Michel HAJJI GEORGIOU
29/06/2006
L’Orient-Le Jour
Le Liban est un pays complexe, où les espaces se chevauchent depuis toujours, où se poursuit une lutte titanesque et incessante entre le public et le privé, entre l’individualité de la personne et son allégeance oblige au groupe communautaire. Loin d’être neuf, le problème perdure au contraire depuis la nuit des temps. Il suffit, pour s’en convaincre, d’évoquer les passions soulevées à la fin du XIXe siècle par la dépouille de l’un des esprits les plus fins et les plus emblématiques de la Nahda, le penseur et écrivain Ahmad Farès el-Chidiac.
Maronite de Achkout converti une première fois au protestantisme par rébellion, puis à l’islam, mais complètement libre dans son indomptable individualité, Ahmad Farès el-Chidiac défia les tentacules de l’asphyxiant holisme jusque dans sa mort. Rapatrié à Beyrouth – l’homme avait sillonné le monde, assoiffé de réformes et de Lumières de son vivant –, son corps suscita les convoitises des chrétiens et des musulmans. Mais c’est en « laïc », formidable pied de nez aux dogmes en tout genre, qu’il fut enterré à Hazmieh, sans qu’aucune des communautés ne puisse lui confisquer ce qu’il avait chéri durant des années : son individualité, source de liberté, de richesse, de créativité, de génie.
Dans leur lutte pour se réapproprier dans la mort celui qui leur avait autant échappé de son vivant, en étant « tout » sans être rien d’autre que lui-même spécifiquement, les communautés s’étaient neutralisées, et l’individualité de Chidiac avait triomphé.

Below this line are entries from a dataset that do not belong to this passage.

import { readFile } from 'node:fs/promises';
import { describe, expect, it } from 'vitest';

const css = await readFile(new URL('./tokens.css', import.meta.url), 'utf8');
const [light = '', dark = ''] = css.split("[data-theme='dark']");

function colours(block: string): Map<string, string> {
  const found = [...block.matchAll(/--color-([a-z0-9-]+): (#[0-9a-f]{6});/g)];
  return new Map(found.map(([, name = '', hex = '']) => [name, hex]));
}
const lightColours = colours(light);
const darkColours = new Map([...lightColours, ...colours(dark)]);

/** Relative luminance and contrast ratio as WCAG 2.2 defines them. */
function luminance(hex: string): number {
  const [r = 0, g = 0, b = 0] = [1, 3, 5].map((at) => {
    const channel = parseInt(hex.slice(at, at + 2), 16) / 255;
    return channel <= 0.04045 ? channel / 12.92 : ((channel + 0.055) / 1.055) ** 2.4;
  });
  return 0.2126 * r + 0.7152 * g + 0.0722 * b;
}
function contrast(palette: Map<string, string>, one: string, other: string): number {
  const [a = 0, b = 0] = [one, other].map((name) => luminance(palette.get(name) ?? '#808080'));
  return (Math.max(a, b) + 0.05) / (Math.min(a, b) + 0.05);
}

const text = ['ink', 'ink-2', 'ink-3', 'indigo', 'indigo-deep', 'madder'].flatMap((name) =>
  ['paper', 'sheet', 'well'].map((ground) => [name, ground] as const),
);
const pairs = [
  ...text,
  ['on-indigo', 'indigo'],
  ['on-weld', 'weld'],
  ['indigo', 'indigo-tint'],
  ['madder', 'madder-tint'],
  ['weld-text', 'weld-tint'],
  ['verdigris', 'verdigris-tint'],
  ['logwood', 'logwood-tint'],
] as const;

describe.each([
  ['light', lightColours],
  ['dark', darkColours],
])('the %s colours', (_, palette) => {
  it.each(pairs)('set %s on %s at 4.5 to 1 or more', (name, ground) => {
    expect(contrast(palette, name, ground)).toBeGreaterThanOrEqual(4.5);
  });

  it.each(['paper', 'sheet', 'well'])('draw the edges of inputs on %s at 3 to 1 or more', (ground) => {
    expect(contrast(palette, 'rule', ground)).toBeGreaterThanOrEqual(3);
  });
});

Pourquoi reparler d’Ahmad Farès el-Chidiac, plus d’un siècle après sa mort ?
Le fil conducteur est sans conteste celui de la « Nahda », de cette Renaissance arabe vecteur de démocratie et de libertés pour laquelle le Liban d’aujourd’hui a une vocation naturelle. N’est-il pas, malgré toutes ses tares actuelles, le seul pays du monde arabe à disposer d’une démocratie, d’une liberté d’expression et d’un état de paix relative ? N’en a-t-il pas (presque) fini avec les idéologies systématiques, les discours démagogiques, les ambitions hégémoniques et les régimes despotiques ? N’est-il pas le seul à pouvoir jouer aujourd’hui un rôle d’avant-garde pour la promotion des libertés publiques et privées, des droits de l’homme et de la démocratie ?

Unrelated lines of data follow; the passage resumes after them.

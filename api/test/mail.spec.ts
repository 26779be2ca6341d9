import { Work } from '../src/common/work';
import { MailDispatcher } from '../src/mail/dispatcher.service';
import { MailSender } from '../src/mail/sender.service';
import { MailTransport } from '../src/mail/transport';
import { type House, openHouse } from './harness/house';

const letter = {
  to: 'w.oddie@larkmoor.example',
  subject: 'Come',
  text: 'Secret link',
  html: '<p>Secret link</p>',
};

describe('the outbox', () => {
  let house: House;
  beforeAll(async () => {
    house = await openHouse();
  });
  afterAll(() => house.close());
  afterEach(() => house.empty());

  const send = () => house.app.get(Work).run((tx) => house.app.get(MailSender).send(tx, letter));
  const rows = () =>
    house.owner.source.query<
      { attempts: number; sent_at: Date | null; body_text: string; last_fault: string }[]
    >('SELECT * FROM ellwand.mail_outbox');

  it('sends nothing of a transaction that is taken back', async () => {
    const taken = house.app.get(Work).run(async (tx) => {
      await house.app.get(MailSender).send(tx, letter);
      throw new Error('taken back');
    });
    await expect(taken).rejects.toThrow('taken back');
    expect(await house.inbox()).toHaveLength(0);
  });

  it('forgets what the letter said once it is sent', async () => {
    await send();
    expect(await house.inbox()).toHaveLength(1);
    expect(await rows()).toMatchObject([{ attempts: 1, sent_at: expect.any(Date), body_text: '' }]);
  });

  it('tries again later where the mail server would not, with the same Message-ID', async () => {
    house.mail.refuse = true;
    await send();
    await house.inbox();
    expect(await rows()).toMatchObject([{ attempts: 1, sent_at: null, last_fault: 'EMESSAGE 451' }]);
    house.mail.refuse = false;
    expect(await house.inbox()).toHaveLength(0);
    house.clock.advance({ minutes: 1 });
    const [sent] = await house.inbox();
    const [row] = await house.owner.source.query<{ id: string }[]>('SELECT id FROM ellwand.mail_outbox');
    expect(sent?.mail.messageId).toBe(`<${row?.id ?? ''}@ellwand.invalid>`);
  });

  it('sends again what a process left claimed when it died, and not while it is claimed', async () => {
    await send();
    const claimedUntil = new Date(house.clock.now().getTime() + 60_000);
    await house.owner.source.query('UPDATE ellwand.mail_outbox SET attempts = 1, next_attempt_at = ?', [
      claimedUntil,
    ]);
    expect(await house.inbox()).toHaveLength(0);
    house.clock.advance({ minutes: 2 });
    expect(await house.inbox()).toHaveLength(1);
  });

  it('sends each letter once though several processes look at the same time', async () => {
    for (let count = 0; count < 6; count++) await send();
    const { app, clock } = house;
    const dispatchers = Array.from(
      { length: 4 },
      () => new MailDispatcher(app.get(Work), clock, app.get(MailTransport)),
    );
    await Promise.all(dispatchers.map((dispatcher) => dispatcher.dispatchDue()));
    expect(await house.inbox()).toHaveLength(6);
  });

  it.each(['a@b.example\r\nBcc: c@d.example', 'a@b.example,c@d.example', ''])(
    'takes no recipient but one address (ASVS 1.3.11): %j',
    async (to) => {
      const sending = house.app.get(Work).run((tx) => house.app.get(MailSender).send(tx, { ...letter, to }));
      await expect(sending).rejects.toThrow('Write one e-mail address');
    },
  );
});
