import { JwtService } from '@nestjs/jwt';
import { accessAudience } from '../src/auth/access-token';
import { Secrets } from '../src/auth/secrets';
import { type House, openHouse } from './harness/house';
import { testPassword, type TestPerson } from './harness/people';

const session = '/api/v1/session';

describe('signing in', () => {
  let house: House;
  let wenna: TestPerson;
  beforeAll(async () => {
    house = await openHouse();
  });
  afterAll(() => house.close());
  beforeEach(async () => {
    wenna = await house.person('recorder', 'Wenna Oddie');
  });
  afterEach(() => house.empty());

  const signIn = (email: string, password: string) => house.visitor().post(session).send({ email, password });

  it('tells who came in, and keeps the tokens in cookies that no script reads and no other site sends', async () => {
    const answer = await signIn(wenna.email.toUpperCase(), testPassword);
    expect(answer.status).toBe(200);
    expect(answer.body).toEqual({
      user: { id: wenna.id, name: 'Wenna Oddie', email: wenna.email, roles: ['recorder'] },
      accessEndsAt: expect.any(String),
    });
    const cookies = answer.get('Set-Cookie') ?? [];
    expect(cookies).toHaveLength(2);
    for (const cookie of cookies) {
      expect(cookie).toMatch(/^ellwand-(access|refresh)=/);
      expect(cookie).toMatch(/; Path=\/;.*; HttpOnly; SameSite=Strict$/);
    }
  });

  it('answers a wrong password, an unknown address and somebody who has left in the very same way', async () => {
    const left = await house.person('curator');
    await house.owner.source.query('UPDATE ellwand.user SET active = FALSE WHERE id = ?', [left.id]);
    const answers = await Promise.all([
      signIn(wenna.email, 'not the password'),
      signIn('nobody@larkmoor.example', testPassword),
      signIn(left.email, testPassword),
    ]);
    for (const answer of answers) {
      expect(answer.status).toBe(401);
      expect(answer.body.code).toBe('sign-in.refused');
      expect(answer.body).toEqual(answers[0]?.body);
      expect(answer.get('Set-Cookie')).toBeUndefined();
    }
  });

  it('leads to what the roles allow, until signed out; a copied cookie is worth nothing afterwards', async () => {
    const agent = await house.signInAs(wenna);
    expect((await agent.get(session)).body.user.name).toBe('Wenna Oddie');
    const copied = (await signIn(wenna.email, testPassword)).get('Set-Cookie')?.join('; ') ?? '';
    const copy = () => house.visitor().get(session).set('Cookie', copied);
    expect((await copy()).status).toBe(200);
    expect((await house.visitor().delete(session).set('Cookie', copied)).status).toBe(204);
    expect((await copy()).body.code).toBe('session.ended');
    expect((await agent.get(session)).status).toBe(200);
  });

  it('says whether there was no session or one that has ended', async () => {
    expect((await house.visitor().get(session)).body).toMatchObject({ status: 401, code: 'session.none' });
    const agent = await house.signInAs(wenna);
    house.clock.advance({ minutes: 11 });
    expect((await agent.get(session)).body).toMatchObject({ status: 401, code: 'session.ended' });
  });

  it('ends with the next request of somebody who no longer works here', async () => {
    const agent = await house.signInAs(wenna);
    await house.owner.source.query('UPDATE ellwand.user SET active = FALSE WHERE id = ?', [wenna.id]);
    expect((await agent.get(session)).status).toBe(401);
  });

  it('refuses bodies of other shapes by the field', async () => {
    const bodies = [
      { email: wenna.email },
      { email: [wenna.email], password: testPassword },
      { email: wenna.email, password: { $gt: '' } },
      { email: wenna.email, password: testPassword, roles: ['administrator'] },
    ];
    for (const body of bodies) {
      const answer = await house.visitor().post(session).send(body);
      expect(answer.status).toBe(400);
      expect(answer.body.code).toBe('request.invalid');
      expect(answer.body.errors[0].pointer).toMatch(/^\//);
    }
  });

  describe('with a forged access token (ASVS 9.1.1, 9.1.2, 9.2.1–9.2.3)', () => {
    let sid: string;
    beforeEach(async () => {
      await house.signInAs(wenna);
      const rows: { id: string }[] = await house.owner.source.query('SELECT id FROM ellwand.session');
      sid = rows[0]?.id ?? '';
    });

    const signed = (changes: object, options: object = {}) =>
      house.app.get(JwtService, { strict: false }).sign(
        { sub: wenna.id, sid, purpose: 'access', exp: 4e9, ...changes },
        {
          algorithm: 'HS256',
          secret: house.app.get(Secrets).key('access-token'),
          audience: accessAudience,
          issuer: house.environment.publicUrl,
          ...options,
        },
      );
    const ask = (token: string) => house.visitor().get(session).set('Cookie', `ellwand-access=${token}`);

    it('lets in the right one, so that the others fail for their own reason', async () => {
      expect((await ask(signed({}))).status).toBe(200);
    });

    it.each([
      ['no algorithm', () => withoutSignature(signed({}))],
      ['another algorithm', () => signed({}, { algorithm: 'HS512' })],
      ['another key', () => signed({}, { secret: house.app.get(Secrets).key('refresh-successor') })],
      ['another audience', () => signed({}, { audience: 'site' })],
      ['another issuer', () => signed({}, { issuer: 'https://elsewhere.example' })],
      ['another purpose', () => signed({ purpose: 'reset' })],
      ['an end that has passed', () => signed({ exp: 1_000_000_000 })],
      ['a session of somebody else', () => signed({ sub: '0190f3b0-0000-7000-8000-000000000001' })],
      ['a session that there is not', () => signed({ sid: '0190f3b0-0000-7000-8000-000000000002' })],
    ])('keeps out one with %s', async (_, forge) => {
      expect((await ask(forge())).body.code).toBe('session.ended');
    });
  });
});

function withoutSignature(token: string): string {
  const head = Buffer.from(JSON.stringify({ alg: 'none', typ: 'JWT' })).toString('base64url');
  return `${head}.${token.split('.')[1] ?? ''}.`;
}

C’est dans la lignée de ce souffle nahdawi, mais sans grandes pompes et sans flonflons – et c’est tout en son honneur –, que travaille aujourd’hui, le plus sérieusement du monde, Tarek Mitri.
La politique est en désuétude, sinon en dégénérescence, en raison des blocages et des polémiques qui écoeurent l’opinion publique ?
L’étendard réformateur du phénomène du 14 mars est en berne ?
Qu’à cela ne tienne, les valeurs que la politique dédaigne et refuse de reconnaître, c’est la culture qui en sera le porte-flambeau, à commencer par la lutte pour la liberté d’opinion et contre la censure.
Ainsi, la pièce Haké Neswen, pour laquelle Tarek Mitri s’est battu (aux côtés de la réalisatrice Lina Khoury) contre les censeurs en tout genre et les esprits figés et monolithiques, constitue-t-elle une formidable victoire qui se situe dans la lignée originelle du printemps de Beyrouth. Une victoire représentative de ce que le Liban aspire de nouveau à être dans son environnement arabe.
Dans ce contexte de résistance culturelle, de résistance par la culture et la pensée, Tarek Mitri sait pertinemment que si le Liban veut assumer sa vocation nahdawie, il faut restaurer cet immense pouvoir qu’est l’individualité pour transcender le communautaire, mais sans hostilité. Qu’il faut garantir le maximum de libertés à l’individu face au groupe. D’où cette nécessité incontournable de partir en guerre contre la censure sous toutes ses formes, pour l’abolir, et instaurer un régime de libertés, protégé et organisé par des lois modernes et démocratiques.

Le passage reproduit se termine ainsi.